Estábamos en la escalera. Me detuve y dije:

—Entonces haré lo que tú quieras.

Mino me cogió entonces por la cintura y dijo lentamente:

—Pues bien, lo que yo quiero es que hagas venir a Astarita y con el pretexto del amor lo lleves a tu cuarto… Yo lo esperaré detrás de la puerta y cuando entre lo mataré de un disparo… Después, lo meteremos debajo de la cama y el amor lo haremos nosotros durante toda la noche.

Por primera vez le brillaban los ojos, libres de la niebla opaca que se los había oscurecido durante todos aquellos días. Me asusté, porque me daba cuenta de que había una lógica en su propuesta y porque ya me esperaba desgracias cada vez mayores y más definitivas y aquel delito tenía todo el aspecto de poder ocurrir.

—Misericordia, Mino —exclamé—. No lo digas ni en broma.

—Ni en broma —repitió—. Es verdad, estaba bromeando.

Pensé que, al fin y al cabo, a lo mejor no había bromeado, pero me tranquilizó el pensamiento de que el revólver con el que hubiera podido actuar estaba descargado sin que él lo supiera.

—Cálmate —continué—. Astarita hará lo que yo quiera. Pero no vuelvas a hablar de ese modo, pues me has asustado.

—Ahora ya no vamos a poder ni bromear —dijo frívolamente mientras entrábamos en casa.

Cuando estuvimos en la sala noté que una repentina vacilación se había adueñado de él. Empezó a pasear de un lado para otro, con las manos en los bolsillos, como de costumbre. Pero con un movimiento diferente, más enérgico del habitual, y con una expresión en el semblante que parecía delatar una profunda y lúcida reflexión y no el acostumbrado disgusto o la apatía de siempre. Atribuí el cambio a la tranquilidad de saber que, sin duda muy pronto, los documentos comprometedores habrían sido destruidos y acogiendo una vez más la esperanza en el corazón, dije:

—Ya verás cómo todo sale bien.

Él se estremeció profundamente, me miró como si no me reconociera y repitió de un modo maquinal:

—Ya verás cómo todo sale bien.

Yo había enviado fuera de casa a mi madre con el pretexto de las compras para la cena. De pronto me sentí optimista. Pensé que realmente todo iría bien y quizá mucho mejor de lo que esperaba. Astarita haría lo que yo le pidiera, si no lo había hecho ya, y día a día Mino se alejaría de sus remordimientos, recobraría el gusto de vivir y empezaría a mirar de nuevo con confianza el futuro. Es un rasgo común a todos los hombres conformarse con sobrevivir en el tiempo de la desventura, pero cuando parece que el viento cambia, empiezan a tramar planes más lejanos y ambiciosos. Dos días antes me parecía que hubiera sido capaz de alejarme de Mino con tal de saber que era feliz, pero ahora que me hacía la ilusión de poder devolverle esa felicidad, no sólo no pensaba más en dejarlo, sino que estudiaba el modo de unirlo más a mí. Me impulsaba a maquinar estos planes no un cálculo de la inteligencia, sino un impulso oscuro de mi alma que siempre quiere esperar y no soporta mucho tiempo la mortificación y el dolor.

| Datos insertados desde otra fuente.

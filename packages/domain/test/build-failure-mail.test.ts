import { Build, Capture, Membership, Notification, Target, TestCase, User, Waiver, initOrm, seedRoles, type RoleFixture } from '@earmark/db';
import { createTestDatabase, type TestDatabase } from '@earmark/db/testing';
import type { MikroORM } from '@mikro-orm/postgresql';
import { afterAll, beforeAll, describe, expect, it } from 'vitest';
import { createLinks, errorJudgement, recordVerdict, type CheckJudgement, type Judgement } from '../src/index.js';

/**
 * The build-failure mail as the worker writes it: recordVerdict per capture, in the order the
 * captures are judged. The mail must wait for the build's final status and describe the whole
 * build, whichever capture happens to complete it.
 */
let db: TestDatabase;
let orm: MikroORM;
let fx: RoleFixture;
const links = createLinks('http://earmark.test');
const ENGINE = '9.9.9';

beforeAll(async () => {
  db = await createTestDatabase();
  orm = await initOrm({ url: db.url, poolMax: 3 });
  fx = await seedRoles(orm.em.fork());
  const em = orm.em.fork();
  // Engineer and viewer subscribed, the QA manager opted out; a disabled subscriber gets nothing.
  for (const m of await em.find(Membership, { project: fx.project.id }, { populate: ['user'] })) m.subscribed = m.role !== 'qa_manager';
  const gone = em.create(User, { email: 'gone@example.test', displayName: 'gone', passwordHash: 'x', disabled: true });
  em.create(Membership, { project: fx.project.id, user: gone, role: 'engineer', subscribed: true });
  for (const key of ['evt2-48k', 'board']) em.create(Target, { project: fx.project.id, key, name: key });
  for (const key of ['eq.music.sweep', 'noise.idle', 'tone.level']) em.create(TestCase, { project: fx.project.id, key, name: key, stimulus: { kind: 'silence' } });
  await em.flush();
});
afterAll(async () => {
  await orm?.close();
  await db?.drop();
});

const check = (c: Partial<CheckJudgement> & { id: string; pass: boolean }): CheckJudgement => ({
  kind: 'level', label: null, measured: null, limit: null, margin: null, unit: null, worstHz: null, details: {}, ...c,
});
const passing: Judgement = { outcome: 'pass', reason: null, engineVersion: ENGINE, checks: [check({ id: 'level', pass: true, measured: -13, limit: -10, margin: 3, unit: 'dBFS' })] };
const envelopeFailure: Judgement = {
  outcome: 'fail',
  reason: null,
  engineVersion: ENGINE,
  checks: [
    check({ id: 'response', kind: 'magnitude-envelope', label: 'Flat ±1 dB', pass: false, measured: 2.04, limit: 1, margin: -1.04, unit: 'dB', worstHz: 8021.7 }),
    check({ id: 'level', pass: true, measured: -13, limit: -10, margin: 3, unit: 'dBFS' }),
  ],
};
const tooShort = errorJudgement('The capture is 0.40 s long; the stimulus needs 1.80 s.', ENGINE);

async function newBuild(sha: string, cells: [testCase: string, target: string][]): Promise<Capture[]> {
  const em = orm.em.fork();
  const build = em.create(Build, { project: fx.project.id, sha, branch: 'main' });
  const captures: Capture[] = [];
  for (const [tc, t] of cells) {
    captures.push(em.create(Capture, {
      project: fx.project.id, build,
      testCase: await em.findOneOrFail(TestCase, { project: fx.project.id, key: tc }),
      target: await em.findOneOrFail(Target, { project: fx.project.id, key: t }),
      objectKey: `${sha}/${tc}/${t}`, sha256: '0'.repeat(64), sizeBytes: 1, sampleRate: 48000, channelCount: 1, frames: 1,
    }));
  }
  await em.flush();
  return captures;
}

const judge = (capture: Capture, judgement: Judgement) => recordVerdict(orm.em.fork(), capture.id, null, judgement, links);
const mailsFor = (sha: string) => orm.em.fork().find(Notification, { kind: 'build-failed', subject: { $like: `%${sha}%` } }, { orderBy: { recipient: 'asc' } });

describe('build-failure mail', () => {
  it('waits for the last capture and names every failing and erroring cell, whichever capture completes the build', async () => {
    const [sweep, idle, tone] = await newBuild('a11ce01', [['eq.music.sweep', 'evt2-48k'], ['noise.idle', 'evt2-48k'], ['tone.level', 'board']]);
    await judge(sweep!, envelopeFailure);
    await judge(idle!, tooShort);
    expect(await mailsFor('a11ce01')).toHaveLength(0); // tone.level is still queued: the status is not final

    const last = await judge(tone!, passing);
    expect(last.notificationsQueued).toBe(2);
    const mails = await mailsFor('a11ce01');
    // Subscribed, enabled members only: not the QA manager who opted out, not the disabled user.
    expect(mails.map((m) => m.recipient)).toEqual(['engineer@example.test', 'viewer@example.test']);
    const { body } = mails[0]!;
    expect(body).toContain('eq.music.sweep on evt2-48k');
    expect(body).toContain('Flat ±1 dB (response): measured 2.04 dB, limit 1.00 dB, margin −1.04 dB at 8.02 kHz');
    expect(body).toContain(links.capturePage('alpha-dsp', 'a11ce01', sweep!.id));
    expect(body).toContain('noise.idle on evt2-48k');
    expect(body).toContain('The capture is 0.40 s long; the stimulus needs 1.80 s.');
    expect(body).toContain(links.capturePage('alpha-dsp', 'a11ce01', idle!.id));
    expect(body).toContain(links.buildPage('alpha-dsp', 'a11ce01'));
    // The passing capture that completed the build is not named.
    expect(body).not.toContain('tone.level');
    expect(body).not.toContain(tone!.id);
    // The error outranks the failure (the contracts' rule).
    expect(mails[0]!.subject).toBe('[Earmark] alpha-dsp build a11ce01 has errors: 1 failing cell, 1 erroring cell');
    expect(mails[0]!.html).toContain('<a href="http://earmark.test/projects/alpha-dsp/builds/a11ce01">');
    expect(mails[0]!.payload).toMatchObject({ project: 'alpha-dsp', sha: 'a11ce01', status: 'error' });
  });

  it('names the failing cell, not the passing one judged last (the reported "noise.idle on evt2-48k: failed")', async () => {
    const [sweep, idle] = await newBuild('b0b0b02', [['eq.music.sweep', 'evt2-48k'], ['noise.idle', 'evt2-48k']]);
    await judge(sweep!, envelopeFailure);
    await judge(idle!, passing);
    const [mail] = await mailsFor('b0b0b02');
    expect(mail!.body).not.toContain('noise.idle');
    expect(mail!.body).not.toMatch(/: failed$/m);
    expect(mail!.body).toContain('eq.music.sweep on evt2-48k');
    expect(mail!.subject).toBe('[Earmark] alpha-dsp build b0b0b02 failed: 1 failing cell');
  });

  it('lists a waived check as passed with waiver until its date, never as a failure', async () => {
    const em = orm.em.fork();
    const until = new Date('2099-03-31T23:59:59.999Z');
    em.create(Waiver, {
      project: fx.project.id, testCase: await em.findOneOrFail(TestCase, { project: fx.project.id, key: 'tone.level' }), checkId: 'loudness',
      reason: 'codec erratum', expiresAt: until, state: 'approved', requestedBy: fx.users.engineer.id, approvedBy: fx.users.qa_manager.id,
    });
    await em.flush();
    const [tone, sweep] = await newBuild('c0c0c03', [['tone.level', 'board'], ['eq.music.sweep', 'board']]);
    await judge(tone!, {
      outcome: 'fail', reason: null, engineVersion: ENGINE,
      checks: [
        check({ id: 'loudness', pass: false, measured: -20.5, limit: -21, margin: -0.5, unit: 'LUFS' }),
        check({ id: 'dc', pass: false, measured: 0.012, limit: 0.01, margin: -0.002, unit: 'FS' }),
      ],
    });
    await judge(sweep!, passing);
    const [mail] = await mailsFor('c0c0c03');
    expect(mail!.body).toContain('dc: measured 0.012 FS, limit 0.01 FS, margin −0.002 FS');
    expect(mail!.body).toContain('loudness: passed with waiver, until 2099-03-31');
    expect(mail!.body).not.toMatch(/loudness: measured/);
  });

  it('is written once per build: a re-run job and a later re-judgement send nothing more', async () => {
    const [sweep, idle] = await newBuild('d0d0d04', [['eq.music.sweep', 'evt2-48k'], ['noise.idle', 'board']]);
    await judge(sweep!, envelopeFailure);
    expect((await judge(idle!, envelopeFailure)).notificationsQueued).toBe(2);
    // The same job again (same capture, revision and engine) writes nothing.
    expect(await judge(idle!, envelopeFailure)).toEqual({ written: false, notificationsQueued: 0 });
    // A newer engine judging again still leaves the build failed: no second announcement.
    expect((await recordVerdict(orm.em.fork(), idle!.id, null, { ...envelopeFailure, engineVersion: '9.9.10' }, links)).notificationsQueued).toBe(0);
    expect(await mailsFor('d0d0d04')).toHaveLength(2);
  });

  it('sends nothing for a passing build', async () => {
    const [a, b] = await newBuild('e0e0e05', [['eq.music.sweep', 'evt2-48k'], ['noise.idle', 'board']]);
    await judge(a!, passing);
    await judge(b!, passing);
    expect(await mailsFor('e0e0e05')).toHaveLength(0);
  });

  it('never replaces the verdict of a capture purged by retention while its re-evaluation ran (no "cannot be read" error, no mail)', async () => {
    const [sweep] = await newBuild('de1e7ed', [['eq.music.sweep', 'evt2-48k']]);
    expect((await judge(sweep!, passing)).written).toBe(true);
    // The retention run commits first: audio gone, row marked.
    await orm.em.fork().nativeUpdate(Capture, { id: sweep!.id }, { purgedAt: new Date() });
    const raced = await recordVerdict(orm.em.fork(), sweep!.id, null, errorJudgement('The stored capture cannot be read: no such object', '9.9.10'), links);
    expect(raced).toEqual({ written: false, notificationsQueued: 0 });
    const em = orm.em.fork();
    const capture = await em.findOneOrFail(Capture, { id: sweep!.id }, { populate: ['build'] });
    expect([capture.status, capture.build.status]).toEqual(['done', 'pass']);
    expect(await mailsFor('de1e7ed')).toHaveLength(0);
  });
});
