import fs from 'node:fs';
import path from 'node:path';
import { repoRoot } from '../paths.js';
import { runInherited } from '../shell.js';

const BENCHES = {
  /** The engine: FFT, full analysis and memory against numpy/scipy. */
  dsp: { script: 'packages/dsp/bench/run.ts', cwd: 'packages/dsp' },
  /** The builds API over 100k captures. */
  api: { script: 'tests/bench/builds-api.bench.ts', cwd: 'tests' },
  /** API CPU per verdict wait answered (`?wait=30`) against once-a-second polls. */
  wait: { script: 'tests/bench/verdict-wait.bench.ts', cwd: 'tests' },
  /** /api/health latency while 16 sign-ins check passwords at once. */
  signin: { script: 'tests/bench/sign-in-health.bench.ts', cwd: 'tests' },
  /** API CPU per 1 MiB capture upload (auth, decode in a thread, store, rows, job). */
  ingest: { script: 'apps/api/bench/ingest-cpu.bench.ts', cwd: 'apps/api' },
  /** The capture page's spectrum draw time in Chromium. */
  plot: { script: 'tests/bench/capture-plot.bench.ts', cwd: 'tests' },
  /** The worker's analysis slots: verdicts/s with 1 and 2 slots against the engine alone. */
  worker: { script: 'tests/bench/analysis-slots.bench.ts', cwd: 'tests' },
  /** One analysis slot's job, step by step (object, thread, verdict, plot, pg-boss), for two capture shapes. */
  jobs: { script: 'tests/bench/job-overhead.bench.ts', cwd: 'tests' },
} as const;

/** `npm run bench [-- dsp|api|plot|worker|jobs]`: speed and memory targets, measured (docs/performance.md). */
export async function benchCommand(args: string[]): Promise<number> {
  const [which, ...rest] = args;
  const selected = which && which in BENCHES ? [which as keyof typeof BENCHES] : (Object.keys(BENCHES) as (keyof typeof BENCHES)[]);
  for (const name of selected) {
    const bench = BENCHES[name];
    const script = path.join(repoRoot, bench.script);
    if (!fs.existsSync(script)) {
      console.error(`earmark: no benchmark script at ${bench.script}`);
      return 2;
    }
    console.log(`\n== bench: ${name} ==`);
    const code = await runInherited(process.execPath, ['--import', 'tsx', script, ...(which === name ? rest : [])], { cwd: path.join(repoRoot, bench.cwd) });
    if (code !== 0) return code;
  }
  return 0;
}
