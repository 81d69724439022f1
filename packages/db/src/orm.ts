import { MikroORM, type EntityManager } from '@mikro-orm/postgresql';
import { createDbConfig, type DbConfigInput } from './config.js';

export type Orm = MikroORM;
export type Em = EntityManager;

/** Connects and checks the schema is migrated; callers own `orm.close()`. */
export async function initOrm(input: DbConfigInput): Promise<MikroORM> {
  return MikroORM.init(createDbConfig(input));
}

/** Applies pending migrations; returns the names applied. */
export async function migrate(orm: MikroORM): Promise<string[]> {
  const applied = await orm.getMigrator().up();
  return applied.map((m) => m.name);
}

/** The migrations this build knows that the database has not applied yet (by name, in order). */
export async function pendingMigrations(orm: MikroORM): Promise<string[]> {
  const pending = await orm.getMigrator().getPendingMigrations();
  return pending.map((m) => m.name);
}

/**
 * The schema is behind this build: a process that started anyway would fail on its first query
 * against a column that does not exist yet. Migrations are an explicit step of an upgrade.
 */
export class MigrationsPendingError extends Error {
  constructor(readonly pending: string[]) {
    super(`the database has ${pending.length} migration(s) pending (${pending.join(', ')}); run \`npm run admin -- migrate\` first (docs/operations.md, "Upgrades")`);
    this.name = 'MigrationsPendingError';
  }
}

/** @throws MigrationsPendingError when the database is behind this build */
export async function assertMigrated(orm: MikroORM): Promise<void> {
  const pending = await pendingMigrations(orm);
  if (pending.length > 0) throw new MigrationsPendingError(pending);
}
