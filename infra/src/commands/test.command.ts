import path from 'node:path';
import { buildServerPackages } from '../build-js.js';
import { ensureChromium } from '../chromium.js';
import { ensurePostgresInstalled } from '../postgres.js';
import { repoRoot } from '../paths.js';
import { runInherited } from '../shell.js';
import { cleanUpTestCluster } from '../test-cluster.js';
import { ensureWebBuilt } from '../web-build.js';

const log = (line: string) => console.log(`earmark: ${line}`);
const bin = (pkg: string, file: string) => path.join(repoRoot, 'node_modules', pkg, file);

/**
 * `npm test`: type check, lint, then every vitest project (unit, API integration
 * against a private PostgreSQL, browser end-to-end). Extra arguments go to vitest,
 * e.g. `npm test -- --project dsp`. The runner's summary is the closing output.
 */
export async function testCommand(args: string[]): Promise<number> {
  ensurePostgresInstalled(log);
  ensureChromium(log);
  ensureWebBuilt(log);

  log('type check (tsc -b)…');
  if ((await runInherited(process.execPath, [bin('typescript', 'bin/tsc'), '-b'], { cwd: repoRoot })) !== 0) return 1;
  log('lint (eslint)…');
  if ((await runInherited(process.execPath, [bin('eslint', 'bin/eslint.js'), '.'], { cwd: repoRoot })) !== 0) return 1;
  // The production tests run the built JavaScript, exactly what `npm run build` makes.
  log('build (esbuild: the production processes)…');
  await buildServerPackages(log);
  log('tests (vitest)…');
  try {
    return await runInherited(process.execPath, [bin('vitest', 'vitest.mjs'), 'run', ...args], { cwd: repoRoot });
  } finally {
    await cleanUpTestCluster();
  }
}
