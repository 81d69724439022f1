export * from './entities/index.js';
export * from './config.js';
export * from './orm.js';
export * from './users/passwords.js';
export * from './seeders/index.js';
export * from './notify/channels.js';
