import { JudgingSettings, MaskDocument, StimulusSpec, type MaskCheckInput } from '@earmark/contracts';
import { CaptureContext, decodeCapture, encodeWav, stimulusAsPlayed } from '@earmark/dsp';
import { addNoise, applyBiquad, delay, peakingEqCoefficients } from '@earmark/dsp/testing';
import { afterEach, describe, expect, it, vi } from 'vitest';
import { judgeAudio, judgingContext, type JudgeRequest } from '../src/judging/judge-capture.js';
import { renderDefaultPlot } from '../src/plots/plot-store.js';

/**
 * The analysis thread draws the default plot from the verdict's capture context. The stored plot
 * must be exactly the one a fresh context draws (what the API draws on a cache miss), and the
 * context must really be reused where the plot and the verdict measure the same signals.
 */
const FS = 48000;
const sweep = StimulusSpec.parse({ kind: 'sweep', sampleRate: FS, seconds: 0.5, from: 20, to: 20000, levelDbfs: -12, silenceSeconds: 0.1, fadeInSeconds: 0.01, fadeOutSeconds: 0.01 });
const sine = StimulusSpec.parse({ kind: 'sine', sampleRate: FS, seconds: 0.5, levelDbfs: -20, frequency: 997 });
const multitone = StimulusSpec.parse({ kind: 'multitone', sampleRate: FS, seconds: 0.5, levelDbfs: -18, from: 40, to: 16000, count: 31, seed: 7 });
const silence = StimulusSpec.parse({ kind: 'silence', sampleRate: FS, seconds: 0.5 });

const envelope = (db: number): MaskCheckInput => ({ id: 'response', kind: 'magnitude-envelope', measure: 'transfer', referenceHz: 1000, smoothing: 6, upper: [{ hz: 50, db }, { hz: 16000, db }], lower: [{ hz: 50, db: -db }, { hz: 16000, db: -db }] });

interface Case {
  name: string;
  spec: StimulusSpec;
  checks: MaskCheckInput[];
  analysis?: JudgingSettings['analysis'];
  channelMap?: number[];
  /** The recorded channels, from the played stimulus. */
  record(played: Float64Array): Float64Array[];
  /** The plot measures the same signals as the verdict (false: a silence, drawn without a stimulus). */
  shares: boolean;
}

// A unit with a 2 dB bump at 3 kHz (the ±1 dB envelope fails there), half a millisecond late, with a 24-bit noise floor.
const unit = (x: Float64Array, seed: number) => addNoise(applyBiquad(delay(x, 24), peakingEqCoefficients(FS, 3000, 2, 2)), -110, seed);

const CASES: Case[] = [
  { name: 'sweep: envelope (failing), level, clipping, latency', spec: sweep, checks: [envelope(1), { id: 'level', kind: 'level', metric: 'rms-dbfs', min: -22, max: -10 }, { id: 'no-clipping', kind: 'integrity', metric: 'clipped-samples', max: 0 }, { id: 'latency', kind: 'timing', metric: 'latency-ms', max: 10 }], record: (x) => [unit(x, 1)], shares: true },
  { name: 'sweep: one level check (the plot alone needs the transfer)', spec: sweep, checks: [{ id: 'level', kind: 'level', metric: 'rms-dbfs', min: -22, max: -10 }], record: (x) => [unit(x, 2)], shares: true },
  {
    name: 'sweep, two channels, the second mapped: band levels, phase linearity over a set band',
    spec: sweep,
    analysis: { transferBandHz: [100, 8000] },
    channelMap: [1],
    checks: [
      { id: 'bands', kind: 'band-levels', fraction: 3, measure: 'transfer', referenceHz: 1000, bands: [{ centerHz: 250, min: -1, max: 1 }, { centerHz: 3150, min: -1, max: 1 }] },
      { id: 'phase', kind: 'phase-linearity', maxDeviationDeg: 20 },
    ],
    record: (x) => [delay(x, 24), unit(x, 3)],
    shares: true,
  },
  { name: 'sine: level, THD, THD+N', spec: sine, checks: [{ id: 'level', kind: 'level', metric: 'rms-dbfs', min: -20.5, max: -19.5 }, { id: 'thd', kind: 'distortion', metric: 'thd-percent', max: 0.05 }, { id: 'thdn', kind: 'distortion', metric: 'thdn-db', max: -70 }], record: (x) => [addNoise(x, -110, 4)], shares: true },
  { name: 'multitone: envelope and clipping', spec: multitone, checks: [envelope(2), { id: 'no-clipping', kind: 'integrity', metric: 'clipped-samples', max: 0 }], record: (x) => [unit(x, 5)], shares: true },
  { name: 'sweep cut short: no transfer estimate, the level spectrum is drawn', spec: sweep, checks: [envelope(1)], record: (x) => [delay(x, 24).slice(0, Math.round(0.3 * FS))], shares: true },
  { name: 'silence: idle level and DC', spec: silence, checks: [{ id: 'idle', kind: 'level', metric: 'rms-dbfs', max: -96 }, { id: 'dc', kind: 'integrity', metric: 'dc-offset', max: 0.0001 }], record: (x) => [addNoise(x, -110, 6)], shares: false },
];

afterEach(() => {
  vi.restoreAllMocks();
});

describe('the default plot drawn from the verdict’s capture context', () => {
  for (const c of CASES) {
    it(`is the plot a fresh context draws — ${c.name}`, () => {
      const played = stimulusAsPlayed(c.spec);
      const recorded = c.record(played.channels[0]!);
      const format = { container: 'wav', sampleRate: FS, channels: recorded.length } as const;
      const audio = decodeCapture(encodeWav(recorded, FS, { bitsPerSample: 24 }), format);
      const settings = JudgingSettings.parse({ stimulus: c.spec, analysis: c.analysis ?? {}, channelMap: c.channelMap ?? [] });
      const request: JudgeRequest = { format, settings, mask: MaskDocument.parse({ checks: c.checks }) };
      const plotInput = { captureId: 'c1', maskRevisionId: 'm1', settings, checks: request.mask.checks, audio, played };

      const context = judgingContext(audio, played, request);
      const judgement = judgeAudio(audio, played, request, context);
      // Which contexts the plot reads its channel from: the verdict's when shared, another one otherwise.
      const readFrom = new Set<CaptureContext>();
      const signal = CaptureContext.prototype.signal;
      vi.spyOn(CaptureContext.prototype, 'signal').mockImplementation(function (this: CaptureContext, channel: number) {
        readFrom.add(this);
        return signal.call(this, channel);
      });
      const shared = renderDefaultPlot({ ...plotInput, context });
      vi.restoreAllMocks();
      const fresh = renderDefaultPlot(plotInput);

      expect(shared).toEqual(fresh);
      expect('plot' in shared.stored).toBe(true);
      expect(readFrom.has(context)).toBe(c.shares);
      if (c.shares) expect(readFrom.size).toBe(1);
      // The verdict is the one judging without a shared context gives.
      expect(judgeAudio(audio, played, request)).toEqual(judgement);
    });
  }

  it('is not reused for another capture', () => {
    const played = stimulusAsPlayed(sweep);
    const settings = JudgingSettings.parse({ stimulus: sweep, analysis: {}, channelMap: [] });
    const format = { container: 'wav', sampleRate: FS, channels: 1 } as const;
    const request: JudgeRequest = { format, settings, mask: MaskDocument.parse({ checks: [envelope(1)] }) };
    const decode = (seed: number) => decodeCapture(encodeWav([unit(played.channels[0]!, seed)], FS, { bitsPerSample: 24 }), format);
    const judged = decode(7);
    const drawn = decode(8);
    const context = judgingContext(judged, played, request);
    judgeAudio(judged, played, request, context);
    const plotInput = { captureId: 'c2', maskRevisionId: 'm1', settings, checks: request.mask.checks, audio: drawn, played };
    expect(renderDefaultPlot({ ...plotInput, context })).toEqual(renderDefaultPlot(plotInput));
  });
});
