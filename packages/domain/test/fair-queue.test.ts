import { QUEUES } from '@earmark/contracts';
import { Build, Capture, Target, TestCase, initOrm, seedRoles, type RoleFixture } from '@earmark/db';
import { createTestDatabase, type TestDatabase } from '@earmark/db/testing';
import { startBoss } from '@earmark/platform';
import type { MikroORM } from '@mikro-orm/postgresql';
import { pino } from 'pino';
import { afterAll, beforeAll, describe, expect, it } from 'vitest';
import { REEVALUATION_PRIORITY, createJobProducer, freshCapturePriority, type JobProducer } from '../src/index.js';

/**
 * Fair analysis order across projects, with the real queue and no worker: jobs are queued
 * through the producer and fetched the way a worker fetches them (highest priority, then oldest).
 */
let db: TestDatabase;
let orm: MikroORM;
let boss: Awaited<ReturnType<typeof startBoss>>;
let jobs: JobProducer;
let fx: RoleFixture;

beforeAll(async () => {
  db = await createTestDatabase();
  orm = await initOrm({ url: db.url, poolMax: 3 });
  fx = await seedRoles(orm.em.fork());
  boss = await startBoss(db.url, pino({ level: 'silent' }));
  jobs = createJobProducer(boss);
});
afterAll(async () => {
  await boss?.stop({ graceful: false, wait: true });
  await orm?.close();
  await db?.drop();
});

/** `count` captures of a project, created one after another (status queued, as ingest leaves them). */
async function queuedCaptures(projectId: string, count: number): Promise<string[]> {
  const em = orm.em.fork();
  const suffix = Math.random().toString(36).slice(2, 8);
  const testCase = em.create(TestCase, { project: projectId, key: `tc.${suffix}`, name: 'case', stimulus: { kind: 'silence' } });
  const target = em.create(Target, { project: projectId, key: `t-${suffix}`, name: 'target' });
  const build = em.create(Build, { project: projectId, sha: `${suffix}0` });
  const base = Date.now();
  const captures = Array.from({ length: count }, (_, i) =>
    em.create(Capture, { project: projectId, build, testCase, target, objectKey: 'k', sha256: 'a'.repeat(64), sizeBytes: 1, sampleRate: 48000, channelCount: 1, frames: 1, createdAt: new Date(base + i) }),
  );
  await em.flush();
  return captures.map((c) => c.id);
}

const fetchIds = async (n: number): Promise<string[]> =>
  ((await boss.fetch<{ captureId: string }>(QUEUES.analyzeCapture, { batchSize: n })) ?? []).map((job) => job.data.captureId);

describe('fair analysis queue across projects', () => {
  it("puts another project's single capture ahead of one project's backlog of 200", async () => {
    const backlog = await queuedCaptures(fx.project.id, 200);
    for (const captureId of backlog) await jobs.analyzeCapture({ captureId });
    const [single] = await queuedCaptures(fx.otherProject.id, 1);
    await jobs.analyzeCapture({ captureId: single! });

    // Two analysis slots (the worker's default): B's capture is in the first fetch, beside A's first.
    expect((await fetchIds(2)).sort()).toEqual([backlog[0], single].sort());
    // A's backlog then runs in its own order.
    expect((await fetchIds(3)).sort()).toEqual(backlog.slice(1, 4).sort());
    expect(await fetchIds(1)).toEqual([backlog[4]]);
  });

  it("counts only the project's captures still waiting: analysed ones no longer push a new capture back", async () => {
    const [first, second] = await queuedCaptures(fx.project.id, 2);
    await orm.em.fork().nativeUpdate(Capture, { id: first }, { status: 'done' });
    const id = await jobs.analyzeCapture({ captureId: second! });
    const job = await boss.getJobById(QUEUES.analyzeCapture, id!);
    // A's backlog of 200 (fetched but not yet analysed, so still queued) waits ahead of it; the done one does not.
    expect(job?.priority).toBe(-200);
  });

  it('queues re-evaluation behind every fresh capture, and a sweeper re-queue gets its fair place again', async () => {
    const [capture] = await queuedCaptures(fx.otherProject.id, 1);
    await orm.em.fork().nativeUpdate(Capture, { id: capture }, { status: 'done' });
    const reeval = await jobs.analyzeCapture({ captureId: capture!, maskRevisionId: '00000000-0000-4000-8000-000000000001' });
    expect((await boss.getJobById(QUEUES.analyzeCapture, reeval!))?.priority).toBe(REEVALUATION_PRIORITY);
    // The sweeper re-queues an orphan through the same producer: behind B's one waiting capture only.
    const [orphan] = await queuedCaptures(fx.otherProject.id, 1);
    const requeued = await jobs.analyzeCapture({ captureId: orphan! });
    expect((await boss.getJobById(QUEUES.analyzeCapture, requeued!))?.priority).toBe(-1);
  });

  it('never ranks a fresh capture below re-evaluation, however long the backlog', () => {
    expect(freshCapturePriority(0)).toBe(0);
    expect(freshCapturePriority(5)).toBe(-5);
    expect(freshCapturePriority(5_000_000)).toBe(REEVALUATION_PRIORITY + 1);
  });
});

Me pareció que, tal como estaban las cosas, no había para nosotros más que dos soluciones: o nos separábamos o nos ligábamos para toda la vida, y como no quería siquiera pensar en la primera alternativa, se me ocurrió preguntarme si no habría algún medio de precipitar la segunda. No me gusta mentir y creo que puedo contar entre mis escasas cualidades con una sinceridad a veces incluso excesiva. Si entonces mentí a Mino, se debe al hecho de que en aquel momento no me pareció mentir, sino, por el contrario, decir la verdad. Una verdad más verdadera que la verdad misma, una verdad según el alma y no de acuerdo con los hechos materiales. Por lo demás, no pensé nada; fue, a lo sumo, una especie de inspiración.

Mino estaba paseando como de costumbre de un lado para otro y yo estaba sentada a la cabecera de la mesa. De pronto le dije:

—Oye… Párate… Tengo que decirte una cosa.

—¿Qué?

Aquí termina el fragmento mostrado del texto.